Tina Walzer
Dine Petrik: Stahlrosen zur Nacht. Strophen eines Romans. Hg. v. Richard Pils.
Wien: Verlag Bibliothek der Provinz 2018.
161 Seiten, keine Abbildungen, Euro 18,00
ISBN: 978-3-99028-733-0
Mit ihrem Roman legt Dine Petrik eine beklemmende Bestandsaufnahme der burgenländischen Befindlichkeiten, wenn es um die Auseinandersetzung mit einem der dunkelsten Kapitel der Geschichte der Region geht, vor. Kurz vor Ende des Zweiten Weltkriegs wurden an mehreren Orten massenweise ungarisch-jüdische Zwangsarbeiter erschossen. Ihre Gräber konnten bis heute nicht gefunden werden. Jahrzehntelang hüllte sich ein ganzer Ort, Rechnitz, in Schweigen. Erst in den vergangenen Jahren entstand ein eindrucksvolles Mahnmal beim Kreuzstadel, einem der Schauplätze der Massaker, für das der Initiative um Paul Gulda nicht genug gedankt werden kann. Heute informieren auch Tafeln mit Texten und Fotos auf einem Weg der Erinnerung durch das jüdische Rechnitz über die einstige, zwischen 1938 und 1945 enteignete, vertriebene und ermordete jüdische Bevölkerung. Der Bürgermeister persönlich öffnet den jüdischen Friedhof für Besucher und erklärt die heutige, aufgeschlossene Einstellung der Ortsgemeinde.
Wer in einer kleinen burgenländischen Dorfgemeinschaft während des Zweiten Weltkriegs und nach 1945 aufgewachsen ist, hatte, wenn man dem Roman und seinen alptraumhaften Szenen folgt, gar keine andere Wahl, als sich unter anderem mit dem Schicksal jener Menschen, die auf sogenannten Todesmärschen auch durch diesen Ort kamen, auseinanderzusetzen, und sei es auch nur mit jenem verstörenden Schweigen, das die Gräueltaten beharrlich umgab. Die Verbrechen an den Juden waren keine Einzeltaten, ebenso wenig wie die massenweise Vergewaltigung der Frauen in den Ortschaften durch russische Soldaten im Gefolge des Kriegs. Die Frauen, bereits traumatisiert durch Missbrauchs-Erfahrungen in ihren eigenen Familien, waren der männlichen Gewalt wieder und wieder ausgesetzt, zur selben Zeit auch noch trauernd um ihre im Krieg gefallenen Angehörigen.

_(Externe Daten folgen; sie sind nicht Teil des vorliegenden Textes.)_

def test_a_model_or_a_variant_that_is_not_there() -> None:
    with pytest.raises(ProgramFault, match="HL-94: no such load model"):
        read_model("HL-94")
    with pytest.raises(ProgramFault, match="HL-93: no variant 'desing'"):
        cases_of(read_model("HL-93"), "desing", "HL-93")
    with pytest.raises(ProgramFault, match="HL-93: no variant ''"):
        cases_of(read_model("HL-93"), "", "HL-93")
    with pytest.raises(ProgramFault, match="LM2: no variant 'lane 1'"):
        cases_of(read_model("LM2"), "lane 1", "LM2")


def test_acting_axles_keep_their_places() -> None:
    cases, _ = cases_of(read_model("CL-625"), "", "CL-625")
    by_name = {case.name: case for case in cases}
    pair = by_name["truck, two axles: axles 2 and 4"]
    whole = by_name["truck, three axles or more"]
    assert [axle.acts for axle in pair.axles] == [False, True, False, True, False]
    assert [axle.gap for axle in pair.axles] == [axle.gap for axle in whole.axles]
    assert "truck, one axle: axle 4" in by_name
    assert "truck, first three axles: axles 1, 2 and 3" in by_name


SPECIMEN: dict[str, Any] = {
    "format": 1,
    "name": "Specimen",
    "title": "Standard",
    "edition": "1",
    "clause": "1",
    "seen": "page",
    "units": "SI",
    "per": "lane",
    "variants": [{"name": "a", "says": "one"}, {"name": "b", "says": "other"}],
    "trains": [
        {
            "name": "truck",
            "axles": [{"weight": 10}, {"weight": 20, "spacing": [2, 5]}],
            "trailing": [{"behind": 1, "load": 3, "extent": "unbroken"}],
        },
    ],
    "cases": [
        {
            "name": "truck",
            "clause": "1",
            "trains": ["truck"],
            "allowance": [
                {"of": "axles", "clause": "2", "pieces": [{"up_to": 9, "constant": 1}, {"over": 3}]}
            ],
        },
    ],
}
"""A file of a model that is as it must be."""


def specimen(change: Callable[[Any], object] = lambda document: None) -> Model:
    document = copy.deepcopy(SPECIMEN)
    change(document)
    return model_from(document)


def test_the_specimen_is_accepted() -> None:
    model = specimen()
    (case,), numbers = cases_of(model, "b", "Specimen", Given(Fraction(12), "length"))
    given = case.allowances[0][1]
    piece = Given(Fraction(3), "Specimen.cases[0].allowance[0].pieces[1].over")
    rule = Rule(Given(Fraction(12), "length"), over=piece)
    assert given == Given(Fraction(1, 4), "Specimen.cases[0].allowance[0]", rule)
    assert numbers["Specimen.cases[0].allowance[0].pieces[0].up_to"] == 9
    at_the_end, _ = cases_of(model, "b", "Specimen", Given(Fraction(9), "length"))
    assert at_the_end[0].allowances[0][1].value == 1


def test_trains_act_all_or_none_in_a_file() -> None:
    model = specimen(lambda d: d["cases"][0].update(relieving="whole train"))
    cases, _ = cases_of(model, "a", "Specimen", LENGTH)
    assert [case.name for case in cases] == ["truck", "truck, without its axles"]
    assert [[axle.acts for axle in case.axles] for case in cases] == [[True, True], [False, False]]
    assert {case.relieving for case in cases} == {"count"}


def axle(document: Any) -> Any:
    return document["trains"][0]["axles"][1]


def strip(document: Any) -> Any:
    return document["trains"][0]["trailing"][0]


def case(document: Any) -> Any:
    return document["cases"][0]


def allowance(document: Any) -> Any:
    return document["cases"][0]["allowance"][0]


FAULTS: list[tuple[Callable[[Any], object], str]] = [
    (lambda d: d.update(colour="red"), "Specimen.colour: no known key"),
    (lambda d: d.pop("title"), "Specimen.title: must be given"),
    (lambda d: d.update(format=2), "Specimen.format: must be 1"),
    (lambda d: d.update(seen="hearsay"), "Specimen.seen: must be one of page, memory"),
    (lambda d: d.update(per=""), "Specimen.per: must be a text"),
    (lambda d: d.update(scales=1), "Specimen.scales: must be a list"),
    (lambda d: d.update(scales=[]), "Specimen.scales: must not be empty"),
    (lambda d: d.update(scales=["1"]), "Specimen.scales[0]: must be a number"),
    (lambda d: d.update(scales=[0]), "Specimen.scales: must be above 0"),
    (lambda d: d.update(notes=["left"]), "Specimen.notes[0]: must be a table"),
    (lambda d: d.update(needs={"beam": "long", "clause": "1"}), "Specimen.needs.beam: must be one"),
    (lambda d: d["variants"][1].update(name="a"), "Specimen.variants: must differ"),
    (lambda d: axle(d).update(width=2), "Specimen.trains[0].axles[1].width: no known key"),
    (lambda d: axle(d).pop("spacing"), "Specimen.trains[0].axles[1].spacing: must be given"),
    (lambda d: axle(d).update(spacing=0), "Specimen.trains[0].axles[1].spacing: must be above 0"),
    (lambda d: axle(d).update(spacing=[5, 2]), "Specimen.trains[0].axles[1].spacing: must rise"),
    (lambda d: axle(d).update(spacing=[1, 2, 3]), "axles[1].spacing: must be the least and"),
    (lambda d: axle(d).update(spacing={"most": 3}), "axles[1].spacing.most: no known key"),
    (lambda d: axle(d).update(spacing={}), "axles[1].spacing: must be a list or a least one"),
    (lambda d: axle(d).update(weight=True), "axles[1].weight: must be a number"),
    (lambda d: axle(d).update(weight=-1), "axles[1].weight: must be above 0"),
    (lambda d: strip(d).update(ahead=1), "trailing[0]: must start behind or ahead"),
    (lambda d: strip(d).update(behind=-1), "trailing[0].behind: must be at least 0"),
    (lambda d: strip(d).pop("load"), "trailing[0]: must have a load or a weight"),
    (lambda d: (strip(d).pop("load"), strip(d).update(weight=1)), "must have a length for its"),
    (lambda d: strip(d).pop("extent"), "trailing[0].extent: must be given"),
    (lambda d: d["trains"].append({"name": "car", "axles": [{"weight": 1}]}), "is in no case"),
    (lambda d: d["trains"].append(d["trains"][0]), "Specimen.trains: must differ"),
    (lambda d: case(d).update(trains=["lorry"]), "Specimen.cases[0].trains: no train 'lorry'"),
    (lambda d: case(d).update(spacing=3), "cases[0].spacing: must be given between trains, and"),
    (
        lambda d: case(d).update(trains=["truck", "truck"]),
        "cases[0].spacing: must be given between",
    ),
    (lambda d: case(d).update(variant="c"), "cases[0].variant: no variant 'c'"),
    (lambda d: case(d).update(variant="a"), "Specimen.cases: none for variant 'b'"),
    (lambda d: d["cases"].append(d["cases"][0]), "Specimen.cases: must differ"),
    (lambda d: case(d).update(acting=[[3]]), "cases[0].acting: no axle 3"),
    (lambda d: case(d).update(acting=[[1, 1]]), "cases[0].acting: must be different axles"),
    (lambda d: case(d).update(acting=[[0]]), "cases[0].acting[0]: must be a whole number from 1"),
    (lambda d: case(d).update(acting=[1]), "cases[0].acting[0]: must be a list"),
    (lambda d: case(d).update(uniform=0), "cases[0].uniform: must be above 0"),
    (lambda d: case(d).update(uniform={"beside": 1}), "cases[0].uniform: must have a term"),
    (lambda d: case(d).update(concentrated=[{"constant": -1}]), "concentrated[0]: must be above 0"),
    (
        lambda d: case(d).update(factors=[{"value": 0, "clause": "1"}]),
        "factors[0]: must be above 0",
    ),
    (lambda d: case(d).update(only=[{"kind": "torsion"}]), "only[0].kind: must be one of reaction"),
    (lambda d: case(d).update(heading=["left"]), "cases[0].heading: must be one"),
    (lambda d: allowance(d).update(of="wheels"), "allowance[0].of: must be one of axles, trailing"),
    (lambda d: allowance(d).update(of=["axles", "axles"]), "cases[0].allowance: must differ"),
    (lambda d: allowance(d).update(value=1), "allowance[0]: must be a value or a rule"),
    (lambda d: allowance(d).update(most=1), "allowance[0]: must be in pieces or in one"),
    (lambda d: allowance(d)["pieces"].pop(), "allowance[0].pieces: must end at lengths that rise"),
    (lambda d: allowance(d)["pieces"].append({"over": 1}), "pieces: must end at lengths that rise"),
    (lambda d: allowance(d)["pieces"][0].update(beside=1), "beside: must be left out without over"),
]


@pytest.mark.parametrize(("change", "said"), FAULTS, ids=[said for _, said in FAULTS])
def test_a_file_that_is_not_as_it_must_be_is_a_fault_of_the_program(
    change: Callable[[Any], object], said: str
) -> None:
    with pytest.raises(ProgramFault, match=re.escape(said)):
        specimen(change)


def test_a_train_or_a_case_without_load() -> None:
    def bare(document: Any) -> None:
        document["trains"][0] = {"name": "truck"}

    with pytest.raises(ProgramFault, match=re.escape("trains[0]: must have axles or a trailing")):
        specimen(bare)
    with pytest.raises(ProgramFault, match=re.escape("cases[1]: must have a load")):
        specimen(lambda d: d["cases"].append({"name": "none", "clause": "1"}))


def given(value: int) -> Given:
    return Given(Fraction(value), "")


def train(name: str, strips: int = 0) -> Train:
    two = (Axle(given(1), None), Axle(given(1), Gap((given(2),))))
    return Train(name, two, (Strip(given(1), None, given(3)),) * strips)


def spread(*trains: Train, name: str = "") -> list[tuple[str, list[bool]]]:
    gaps = (Gap((given(5),)),) * (len(trains) - 1)
    found = tuple(spread_cases(Case(name, trains, gaps), True))
    return [(one.name, [any(axle.acts for axle in t.axles) for t in one.trains]) for one in found]


def test_one_train_alone_needs_no_other_case() -> None:
    assert spread(train("A")) == [("", [True])]
    case = Case("", (train("A", strips=1),))
    assert list(spread_cases(case, False)) == [case]
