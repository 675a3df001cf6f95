"""The place of a moving load that governs, found without stepping."""

from __future__ import annotations

import heapq
from collections.abc import Iterator, Sequence
from dataclasses import dataclass
from fractions import Fraction
from functools import cached_property

import numpy as np

from calcpack.exact.piecewise import Piecewise, Side
from calcpack.model.loads import Applies, Case, Heading, MovingLoad
from calcpack.moving.chains import Chain, Stand
from calcpack.moving.kernels import LineSet, View
from calcpack.moving.placement import (
    AxleShare,
    Group,
    Position,
    Sense,
    Stretch,
    StripShare,
    axle_shares,
    axles_in_pairs,
    joined,
    rate,
    strip_shares,
)

NEAR_CANDIDATES = 5
MOST_PLACES = 400
"""Places at most that are evaluated exactly for one effect, also where more tie."""


@dataclass(frozen=True)
class Target:
    """The influence line of an effect, and what decides which cases of a load are for it.

    Attributes:
        line: the influence line.
        kind, at: of the effect.
        interior: whether it is at a support that is neither the first nor the last.
        spans: stretches between supports, overhangs included; each takes one concentrated load.
    """

    line: Piecewise
    kind: str = "moment"
    at: Fraction = Fraction(0)
    interior: bool = False
    spans: tuple[Stretch, ...] = ()

    def raised_on(self, sense: Sense) -> tuple[tuple[Stretch, ...], Fraction]:
        """The stretches where the line has the sign of ``sense``, and their area."""
        return self._raised[sense]

    @cached_property
    def _raised(self) -> dict[int, tuple[tuple[Stretch, ...], Fraction]]:
        line, found = self.line, {}
        positive, negative = line.areas()
        for sense, area in ((1, positive), (-1, negative)):
            runs = [(start, end) for start, end, sign in line.signed_runs() if sign == sense]
            found[sense] = joined(runs), area
        return found


@dataclass(frozen=True)
class Candidate:
    """A position looked at, and the value of the whole case there, all factors included."""

    case: Case
    position: Position
    value: Fraction


@dataclass(frozen=True)
class Tie:
    """Other places with the governing value: from ``first`` to ``last``, which may be the same."""

    first: Candidate
    last: Candidate


@dataclass(frozen=True)
class Governing:
    """The greatest (or least) value of one effect under one load, and where the load then stands.

    Attributes:
        sense: 1 the greatest, -1 the least.
        value: of the case, with allowances, factors and distribution; never of the other sign,
            since the load may stay away.
        share: distribution.
        case: the governing one; None where no case is for this effect, or all had better stay away.
        position: of its trains; None where no place of them helps.
        axles: what each axle adds; strips: each strip; concentrated: each floating force.
        loaded: the stretches under its uniform load, and their area.
        ties: other places with the same value.
        looked_at: how many places were looked at, over all cases and headings.
        near: the best candidates at other places, best first; the first is the next-worst.
        rates: change of the trains' static effect per unit of travel to the right, left and right
            of here.
    """

    sense: Sense
    value: Fraction
    share: Fraction
    case: Case | None
    position: Position | None
    axles: tuple[AxleShare, ...]
    strips: tuple[StripShare, ...]
    concentrated: tuple[AxleShare, ...]
    loaded: tuple[Stretch, ...]
    area: Fraction
    ties: tuple[Tie, ...]
    looked_at: int
    near: tuple[Candidate, ...]
    rates: tuple[Fraction, Fraction] | None

    @property
    def static(self) -> Fraction:
        """The effect without allowances, factors and distribution."""
        return self.axles_effect + self.trailing_effect + self.uniform_effect

    @property
    def axles_effect(self) -> Fraction:
        """Static effect of all axles and concentrated forces."""
        return sum((one.effect for one in (*self.axles, *self.concentrated)), Fraction(0))

    @property
    def trailing_effect(self) -> Fraction:
        """Static effect of all strips."""
        return sum((one.effect for one in self.strips), Fraction(0))

    @property
    def uniform_effect(self) -> Fraction:
        """Static effect of the uniform load."""
        uniform = self.case.uniform if self.case else None
        return uniform.value * self.area if uniform else Fraction(0)
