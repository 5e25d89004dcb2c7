package batch

import (
	"math"
	"slices"
)

// list is the rows with a flag that are to be looked at first.
type list struct {
	flag    Flags
	n       int      // rows with the flag
	entries []*entry // the worst, worst first
}

// entry is one row of a list.
type entry struct {
	Row
	list  Flags
	order int      // of the row
	worse float64  // the larger, the worse
	codes []string // all under which the same failure happened
	note  string   // why, from faults.csv
}

// add puts a row into its place, if it is among the worst.
func (l *list) add(r *Row, t *tally) {
	l.n++
	if l.flag == Failed {
		if last := l.last(); last != nil && sameUnit(&last.Row, r) && last.Problem == r.Problem {
			last.codes = append(last.codes, r.Code)
			return
		}
	}
	worse := l.worse(r, t)
	if len(l.entries) == mostListed && worse <= l.entries[mostListed-1].worse {
		return
	}
	e := &entry{Row: *r, list: l.flag, order: l.n, worse: worse, codes: []string{r.Code}}
	i, _ := slices.BinarySearchFunc(l.entries, worse, func(e *entry, worse float64) int {
		if e.worse >= worse {
			return -1
		}
		return 1
	})
	if len(l.entries) == mostListed {
		l.entries = l.entries[:mostListed-1]
	}
	l.entries = slices.Insert(l.entries, i, e)
}

// last is the entry of the row before this one, nil if that is not listed.
func (l *list) last() *entry {
	for _, e := range l.entries {
		if e.order+len(e.codes) == l.n {
			return e
		}
	}
	return nil
}

func sameUnit(a, b *Row) bool { return a.File == b.File && a.Line == b.Line && a.Profile == b.Profile }

// worse says how bad a row is among those of its list: a failure by its
// faults, a near bound by how near it is, a short survey by the metres that
// are missing, a reversal by how soft the ground is, another doubt by the
// notes.
func (l *list) worse(r *Row, t *tally) float64 {
	switch l.flag {
	case Failed:
		return float64(r.Faults)
	case NearBound:
		return -math.Abs(r.Margin)
	case Shallow:
		return missing(r, t)
	case Odd:
		return float64(r.Notes)
	}
	if r.Velocity > 0 {
		return -r.Velocity
	}
	return math.Inf(-1)
}

// missing is how many metres the survey ends above the depth that is averaged
// over.
func missing(r *Row, t *tally) float64 {
	depth := r.Depth
	if depth == 0 && t.code != nil {
		depth = t.code.Depth
	}
	if depth == 0 {
		return 0
	}
	return max(0, r.Datum+depth-r.DepthReached)
}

Das Hoffen auf die Rückkehr des verschollenen Vaters wird gebrochen durch die Einsicht, dass dieser ein bekennender Nationalsozialist war. Dann schält sich ein Zusammenhang zwischen dem Vater und der Serbenhalle (diese ist auf dem Buchcover abgebildet) im Wiener Neustädter Aussenlager des KZ Mauthausen heraus, wo der Vater bei der SS eingesetzt war. Er kommt nicht zurück. Die überlebenden Angehörigen finden sich gefangen in diffusen Schuldgefühlen.
Der psychische Druck, unter dem mindestens zwei Generationen standen und stehen, die in der Kriegszeit Erwachsenen sowie die damaligen Kinder, kommt in Dine Petriks kaskadenartigen Wort-Clustern und eindringlichen inneren Monologen beklemmend zum Ausdruck. Die Erinnerungsfetzen mäandern um den verschollenen Vater, die missbrauchenden Männer, Angst, Bedrücktheit und Verlassensein. Dine Petrik gelingt es in ihrem hypnotischen, romanartigen Gedicht auf eindrucksvolle Weise, die überlebenden Frauen in ihrem Nachkriegsalltag überzeugend zu spiegeln.